* Task requirements
Find "string; tokenHash: string;" and "type DeviceRow = typeof devices.$inferSelect;" in the records below. Copy the lines holding them and every line between, exactly, and no others.

* Extracted data
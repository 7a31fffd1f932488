import { eq } from 'drizzle-orm';
import type { AppDeps } from '../deps';
import { deliveries } from '../db/schema/index';
import { deliverMessageEmail, deliverMessagePush } from './conversation-notify';
import { deliverInvoiceEmail } from './invoice-notify';
import { deliverEmail, deliverPush } from './notify';
import { deliverUrgentEmail, deliverUrgentPush } from './urgent-notify';

/*
 * The e-mail and push jobs start here: a delivery names what it tells (an alert event, a visit
 * report, a care tip, a conversation message, a change of an urgent visit request, an invoice), and each kind
 * is told by its own module. Those modules build on notify.ts, so the choice is made here, above
 * them all, rather than inside notify.ts.
 */

async function subjectOf(deps: AppDeps, deliveryId: string) {
  const [row] = await deps.db
    .select({
      messageId: deliveries.messageId,
      urgentEventId: deliveries.urgentEventId,
      invoiceEventId: deliveries.invoiceEventId,
    })
    .from(deliveries)
    .where(eq(deliveries.id, deliveryId));
  return row ?? null;
}

export async function deliverEmailJob(deps: AppDeps, deliveryId: string) {
  const subject = await subjectOf(deps, deliveryId);
  if (!subject) return;
  if (subject.messageId) return deliverMessageEmail(deps, deliveryId);
  if (subject.urgentEventId) return deliverUrgentEmail(deps, deliveryId);
  if (subject.invoiceEventId) return deliverInvoiceEmail(deps, deliveryId);
  return deliverEmail(deps, deliveryId);
}

export async function deliverPushJob(deps: AppDeps, deliveryId: string) {
  const subject = await subjectOf(deps, deliveryId);
  if (!subject) return;
  if (subject.messageId) return deliverMessagePush(deps, deliveryId);
  if (subject.urgentEventId) return deliverUrgentPush(deps, deliveryId);
  return deliverPush(deps, deliveryId);
}
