import { and, count, desc, eq, inArray, isNull } from 'drizzle-orm';
import {
  defaultNotificationPreferences,
  type NotificationPreferences,
  type PushSubscriptionInput,
} from '@shared/schemas/notifications';
import type { NotificationView } from '@shared/schemas/alerts';
import type { Db } from '../db/client';
import {
  companies,
  notificationPreferences,
  notifications,
  pushSubscriptions,
  users,
} from '../db/schema/index';
import type { Actor } from './actors';
import { preferencesOf } from './notify';

export async function listNotifications(
  db: Db,
  actor: Actor,
): Promise<{ unread: number; items: NotificationView[] }> {
  const rows = await db
    .select()
    .from(notifications)
    .where(eq(notifications.userId, actor.id))
    .orderBy(desc(notifications.createdAt))
    .limit(50);
  const [unread] = await db
    .select({ n: count() })
    .from(notifications)
    .where(and(eq(notifications.userId, actor.id), isNull(notifications.readAt)));
  return {
    unread: unread?.n ?? 0,
    items: rows.map((row) => ({
      id: row.id,
      severity: row.severity,
      title: row.title,
      body: row.body,
      link: row.link,
      readAt: row.readAt?.toISOString() ?? null,
      createdAt: row.createdAt.toISOString(),
    })),
  };
}

export async function markNotificationsRead(db: Db, actor: Actor, now: Date, ids?: string[]) {
  await db
    .update(notifications)
    .set({ readAt: now })
    .where(
      and(
        eq(notifications.userId, actor.id),
        isNull(notifications.readAt),
        ids ? inArray(notifications.id, ids) : undefined,
      ),
    );
}

export async function getPreferences(db: Db, actor: Actor): Promise<NotificationPreferences> {
  const [row] = await db
    .select({
      preferences: notificationPreferences.preferences,
      zone: companies.timeZone,
      own: users.timeZone,
    })
    .from(users)
    .innerJoin(companies, eq(companies.id, users.companyId))
    .leftJoin(notificationPreferences, eq(notificationPreferences.userId, users.id))
    .where(eq(users.id, actor.id));
  const zone = row?.own ?? row?.zone ?? defaultNotificationPreferences.timeZone;
  return preferencesOf(row?.preferences, zone);
}

export async function savePreferences(db: Db, actor: Actor, preferences: NotificationPreferences) {
  await db
    .insert(notificationPreferences)
    .values({ userId: actor.id, preferences })
    .onConflictDoUpdate({ target: notificationPreferences.userId, set: { preferences } });
  return preferences;
}

/** One subscription per browser: the same endpoint re-subscribing replaces its keys and owner. */
export async function savePushSubscription(
  db: Db,
  actor: Actor,
  input: PushSubscriptionInput,
  userAgent?: string,
) {
  const [row] = await db
    .insert(pushSubscriptions)
    .values({
      userId: actor.id,
      endpoint: input.endpoint,
      p256dh: input.keys.p256dh,
      auth: input.keys.auth,
      userAgent,
    })
    .onConflictDoUpdate({
      target: pushSubscriptions.endpoint,
      set: { userId: actor.id, p256dh: input.keys.p256dh, auth: input.keys.auth, userAgent },
    })
    .returning({ id: pushSubscriptions.id });
  return { id: row!.id };
}

export async function deletePushSubscription(db: Db, actor: Actor, endpoint: string) {
  await db
    .delete(pushSubscriptions)
    .where(and(eq(pushSubscriptions.userId, actor.id), eq(pushSubscriptions.endpoint, endpoint)));
}
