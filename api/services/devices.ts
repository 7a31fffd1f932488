import { and, desc, eq, isNull } from 'drizzle-orm';
import type { CreatedDevice, DeviceSummary } from '@shared/schemas/readings';
import type { Db } from '../db/client';
import { preparedStatement } from '../db/prepared';
import { devices } from '../db/schema/index';
import { notFound } from '../lib/http-error';
import { hashToken, newSecretToken } from '../lib/tokens';
import { findTankFor } from '../policy/index';
import type { Actor } from './actors';
import { tankExistsFrom } from './readings';
import { recordAudit, type AuditSource } from './audit';

/** What the ingest route knows about its caller, taken from the token alone. */
export interface DeviceIdentity {
  id: string;
  companyId: string;
  tankId: string;
  /** Readings from before this are refused (`tankExistsFrom`). */
  tankExistsFrom: Date;
}

/** Says "a Brinewatch device token" to secret scanners and to the person pasting it. */
const tokenPrefix = 'bwd_';

const deviceByToken = preparedStatement<
  { id: string; companyId: string; tankId: string; createdAt: Date; setUpOn: string | null },
  [tokenHash: string]
>(
  'device-by-token',
  `select d.id, d.company_id as "companyId", d.tank_id as "tankId",
     t.created_at as "createdAt", t.set_up_on::text as "setUpOn"
   from devices d join tanks t on t.id = d.tank_id
   where d.token_hash = $1 and d.revoked_at is null`,
);

/** A new device token with what is stored of it: its hash, and a hint staff can tell it by. */
export function issueDeviceToken(): { token: string; tokenHash: string; tokenHint: string } {
  const token = `${tokenPrefix}${newSecretToken()}`;
  return { token, tokenHash: hashToken(token), tokenHint: token.slice(0, tokenPrefix.length + 6) };
}

type DeviceRow = typeof devices.$inferSelect;

function present(row: DeviceRow): DeviceSummary {
  return {
    id: row.id,
    name: row.name,
    tokenHint: row.tokenHint,
    lastSeenAt: row.lastSeenAt?.toISOString() ?? null,
    revokedAt: row.revokedAt?.toISOString() ?? null,
    createdAt: row.createdAt.toISOString(),
  };
}

export async function listDevices(db: Db, actor: Actor, tankId: string): Promise<DeviceSummary[]> {
  const tank = await findTankFor(db, actor, tankId, 'write');
  const rows = await db
    .select()
    .from(devices)
    .where(eq(devices.tankId, tank.id))
    .orderBy(desc(devices.createdAt));
  return rows.map(present);
}

/** The token (256 random bits) leaves the server once, in this answer; only its hash is kept. */
export async function createDevice(
  db: Db,
  actor: Actor,
  tankId: string,
  name: string,
  source: AuditSource,
): Promise<CreatedDevice> {
  const tank = await findTankFor(db, actor, tankId, 'write');
  const { token, tokenHash, tokenHint } = issueDeviceToken();
  const row = await db.transaction(async (tx) => {
    const [inserted] = await tx
      .insert(devices)
      .values({ companyId: tank.companyId, tankId: tank.id, name, tokenHash, tokenHint, createdBy: actor.id })
      .returning();
    await recordAudit(tx, {
      companyId: tank.companyId,
      actor,
      action: 'device.created',
      target: { kind: 'device', id: inserted!.id, label: `${name} (${tank.name})` },
      details: { tank: tank.name, tokenHint },
      source,
    });
    return inserted!;
  });
  return { device: present(row), token };
}

/** Revoked, not deleted: its readings keep saying which device sent them. */
export async function revokeDevice(
  db: Db,
  actor: Actor,
  tankId: string,
  deviceId: string,
  source: AuditSource,
) {
  const tank = await findTankFor(db, actor, tankId, 'write');
  return db.transaction(async (tx) => {
    const [row] = await tx
      .update(devices)
      .set({ revokedAt: source.at })
      .where(and(eq(devices.id, deviceId), eq(devices.tankId, tank.id), isNull(devices.revokedAt)))
      .returning();
    if (!row) throw notFound('active device');
    await recordAudit(tx, {
      companyId: tank.companyId,
      actor,
      action: 'device.revoked',
      target: { kind: 'device', id: row.id, label: `${row.name} (${tank.name})` },
      details: { tank: tank.name, tokenHint: row.tokenHint },
      source,
    });
    return present(row);
  });
}

export async function findDeviceByToken(db: Db, token: string): Promise<DeviceIdentity | null> {
  // On every ingest request: one prepared statement brings the tank's dates along.
  const [row] = await deviceByToken(db, hashToken(token));
  if (!row) return null;
  const { createdAt, setUpOn, ...device } = row;
  return { ...device, tankExistsFrom: tankExistsFrom({ createdAt, setUpOn }) };
}
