import { z } from 'zod';
import { tankStatusSchema } from '@shared/parameters/health';
import { tankStyle, tankStyleWaterType } from '@shared/parameters/limit-templates';
import { cursorParam, encodeCursor } from '@shared/lists/cursor';
import { distinctList } from '@shared/lists/distinct';
import { waterType } from '@shared/parameters/water-types';
import { litresFrom, volumeUnits } from '@shared/tanks/volume';
import { calendarDay } from '@shared/time/plausible';
import { timeZone } from '@shared/time/time-zones';

export const tankIdParams = z.object({ tankId: z.uuid() });

export const volumeUnit = z.enum(volumeUnits);

/** The largest public aquaria hold millions of litres; a client's tank is far below this. */
export const maxTankVolumeL = 100_000;

/** A volume as the person entered it; the parsed value is in litres, the unit we store. */
export const volumeEntry = z
  .object({ value: z.number().min(0, 'a volume cannot be negative'), unit: volumeUnit })
  .transform(({ value, unit }) => litresFrom(value, unit))
  .refine((litres) => litres <= maxTankVolumeL, {
    message: `a tank holds at most ${maxTankVolumeL.toLocaleString('en')} litres here`,
  });

export const isoDate = calendarDay;

const centimetres = z.number().positive('must be above 0').max(2000, 'must be at most 2000 cm');
export const tankDimensions = z.object({
  lengthCm: centimetres,
  widthCm: centimetres,
  heightCm: centimetres,
});
export type TankDimensions = z.infer<typeof tankDimensions>;

const optionalText = (max: number) => z.string().trim().max(max).nullable().optional();

const tankFields = {
  name: z.string().trim().min(1, 'give the tank a name').max(120),
  siteLabel: optionalText(200),
  waterType: waterType.optional(),
  style: tankStyle,
  displayVolume: volumeEntry,
  sumpVolume: volumeEntry.optional(),
  dimensions: tankDimensions.nullable().optional(),
  setUpOn: isoDate.nullable().optional(),
  assignedTechnicianId: z.uuid().nullable().optional(),
  serviceIntervalDays: z.int().min(1, 'at least 1 day').max(365, 'at most 365 days'),
  ownerIds: distinctList(z.uuid(), 20).optional(),
  notes: optionalText(4000),
  /** Only when the tank is not in the company's time zone. */
  timeZone: timeZone.nullable().optional(),
};

/** The style decides the water; a water type sent beside it must agree. */
function styleSuitsWater(
  input: { style?: z.infer<typeof tankStyle>; waterType?: string },
  ctx: z.RefinementCtx,
) {
  if (input.style && input.waterType && tankStyleWaterType[input.style] !== input.waterType) {
    ctx.addIssue({
      code: 'custom',
      path: ['style'],
      message: `this style is for ${tankStyleWaterType[input.style]} water, not ${input.waterType}`,
    });
  }
}

export const createTankInput = z
  .object({ ...tankFields, serviceIntervalDays: tankFields.serviceIntervalDays.default(14) })
  .superRefine(styleSuitsWater);
export type CreateTankInput = z.input<typeof createTankInput>;

export const updateTankInput = z
  .object({ ...tankFields, coverPhotoId: z.uuid().nullable() })
  .partial()
  .superRefine(styleSuitsWater);
export type UpdateTankInput = z.input<typeof updateTankInput>;

export const tankListQuery = z.object({
  /** Matches the tank's name, its site or an owner's name. */
  q: z.string().trim().max(100).optional(),
  /** A staff member's id, or "none" for tanks nobody is assigned to. */
  technicianId: z.union([z.uuid(), z.literal('none')]).optional(),
});
export type TankListQuery = z.infer<typeof tankListQuery>;

export const personRef = z.object({ id: z.uuid(), name: z.string() });
export type PersonRef = z.infer<typeof personRef>;

export const photoRef = z.object({
  id: z.uuid(),
  url: z.string(),
  thumbnailUrl: z.string(),
  width: z.int(),
  height: z.int(),
  caption: z.string().nullable(),
});
export type PhotoRef = z.infer<typeof photoRef>;

export const tankSummary = z.object({
  id: z.uuid(),
  name: z.string(),
  siteLabel: z.string().nullable(),
  waterType,
  style: tankStyle,
  displayVolumeL: z.number(),
  sumpVolumeL: z.number(),
  serviceIntervalDays: z.int(),
  assignedTechnician: personRef.nullable(),
  owners: z.array(personRef),
  coverPhoto: photoRef.nullable(),
  status: tankStatusSchema,
  /** Why, in words: the same reason the tank page and its readings give (shared/tanks/status.ts). */
  statusReason: z.string(),
  /** When the last published visit began; null before the first. */
  lastVisitAt: z.iso.datetime().nullable(),
  /** Past its service interval since the last visit (shared/visits/overdue.ts). */
  visitOverdue: z.boolean(),
  /** The next planned visit, with the tank's zone its window is planned in. */
  nextVisit: z
    .object({ windowStart: z.iso.datetime(), windowEnd: z.iso.datetime(), timeZone: z.string() })
    .nullable(),
});
export type TankSummary = z.infer<typeof tankSummary>;

export const tankDetail = tankSummary.extend({
  dimensions: tankDimensions.nullable(),
  setUpOn: z.string().nullable(),
  notes: z.string().nullable(),
  /** The tank's own zone, when it overrides the company's. */
  timeZone: z.string().nullable(),
  /** The zone the tank's times are shown in: its own, else the company's. */
  effectiveTimeZone: z.string(),
  company: z.object({ id: z.uuid(), name: z.string() }),
  createdAt: z.iso.datetime(),
  updatedAt: z.iso.datetime(),
});
export type TankDetail = z.infer<typeof tankDetail>;

export const assignableStaff = z.object({
  id: z.uuid(),
  name: z.string(),
  role: z.enum(['technician', 'admin']),
});
export type AssignableStaff = z.infer<typeof assignableStaff>;

/** The staff overview's page size: a screenful on a desktop, a few swipes on a phone. */
export const tankOverviewPageSize = 50;

/** Where an overview page ends: the status rank, since when, and the tank (the sort order). */
export const tankOverviewPosition = z.object({
  rank: z.coerce.number().int().min(0).max(3),
  since: z.iso.datetime(),
  id: z.uuid(),
});
export type TankOverviewPosition = z.infer<typeof tankOverviewPosition>;

export const encodeTankOverviewCursor = (position: TankOverviewPosition) =>
  encodeCursor([position.rank, position.since, position.id]);

/** `status=alert,watch` or `status=alert&status=watch`; none means every status. */
const statusesParam = z
  .union([z.string().max(100), z.array(z.string().max(100)).max(4)])
  .transform((value) =>
    (Array.isArray(value) ? value : [value])
      .flatMap((part) => part.split(','))
      .map((part) => part.trim())
      .filter((part) => part !== ''),
  )
  .pipe(distinctList(tankStatusSchema, 4));

/**
 * The staff overview: worst status first, then the longest in it, 50 at a time; the filters are
 * the tank list's plus status and style.
 */
export const tankOverviewQuery = tankListQuery.extend({
  status: statusesParam.optional(),
  style: tankStyle.optional(),
  after: cursorParam(tankOverviewPosition).optional(),
});
export type TankOverviewQuery = z.output<typeof tankOverviewQuery>;

export const tankOverviewPage = z.object({
  tanks: z.array(tankSummary),
  /** The cursor for the next page (`after`), or null on the last. */
  next: z.string().nullable(),
  /** Tanks per status under the other filters, for the filter's labels. */
  counts: z.record(tankStatusSchema, z.int()),
});
export type TankOverviewPage = z.infer<typeof tankOverviewPage>;

/**
 * A tank as a picker or a label needs it: no health, photos or visits, so a company's every tank
 * fits in one light answer. The service interval stays for the plan-a-visit form's repeat hint.
 */
export const tankChoice = z.object({
  id: z.uuid(),
  name: z.string(),
  siteLabel: z.string().nullable(),
  serviceIntervalDays: z.int(),
  /** By name, as the tank list orders its owners. */
  ownerNames: z.array(z.string()),
});
export type TankChoice = z.infer<typeof tankChoice>;
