describe('conversations in the background (job queue)', () => {
  let stack: TestStack;

  beforeAll(async () => {
    stack = await startTestStack({ background: true });
  });
  afterAll(() => stack.close());

  it('queues one unread check per conversation and person, ten minutes after the first message', async () => {
    const { db } = stack.database;
    const issuer = stack.idp.issuer;
    const companyId = (await createCompany(db)).id;
    const owner = await createPerson(db, { companyId, role: 'owner', issuer });
    const technician = await createPerson(db, { companyId, role: 'technician', issuer });
    const tank = await createTank(db, { companyId, owners: [owner], assignedTechnicianId: technician.id });
    const actor = (await findActiveActor(db, owner.id))!;
    const before = Date.now();

    const first = await sendMessage(stack.deps, actor, tank.id, {
      body: 'One',
      photoIds: [],
      internal: false,
    });
    await sendMessage(stack.deps, actor, tank.id, { body: 'Two', photoIds: [], internal: false });

    const jobs = await stack.database.pool.query<{ start_after: Date; singleton_key: string }>(
      `select start_after, singleton_key from pgboss.job where name = 'conversation-unread-email'`,
    );
    expect(jobs.rows.map((job) => job.singleton_key)).toEqual([
      `${first.message.conversationId}:${technician.id}`,
    ]);
    expect(jobs.rows[0]!.start_after.getTime()).toBeGreaterThanOrEqual(before + minutes(10) - 1000);
    const told = await db
      .select()
      .from(notifications)
      .where(
        and(
          eq(notifications.userId, technician.id),
          eq(notifications.conversationId, first.message.conversationId),
        ),
      );
    expect(told).toHaveLength(1);
  }, 120_000);
});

* Output below
export function issueDeviceToken(): { token: string; tokenHash: string; tokenHint: string } {
  const token = `${tokenPrefix}${newSecretToken()}`;
  return { token, tokenHash: hashToken(token), tokenHint: token.slice(0, tokenPrefix.length + 6) };
}

type DeviceRow = typeof devices.$inferSelect;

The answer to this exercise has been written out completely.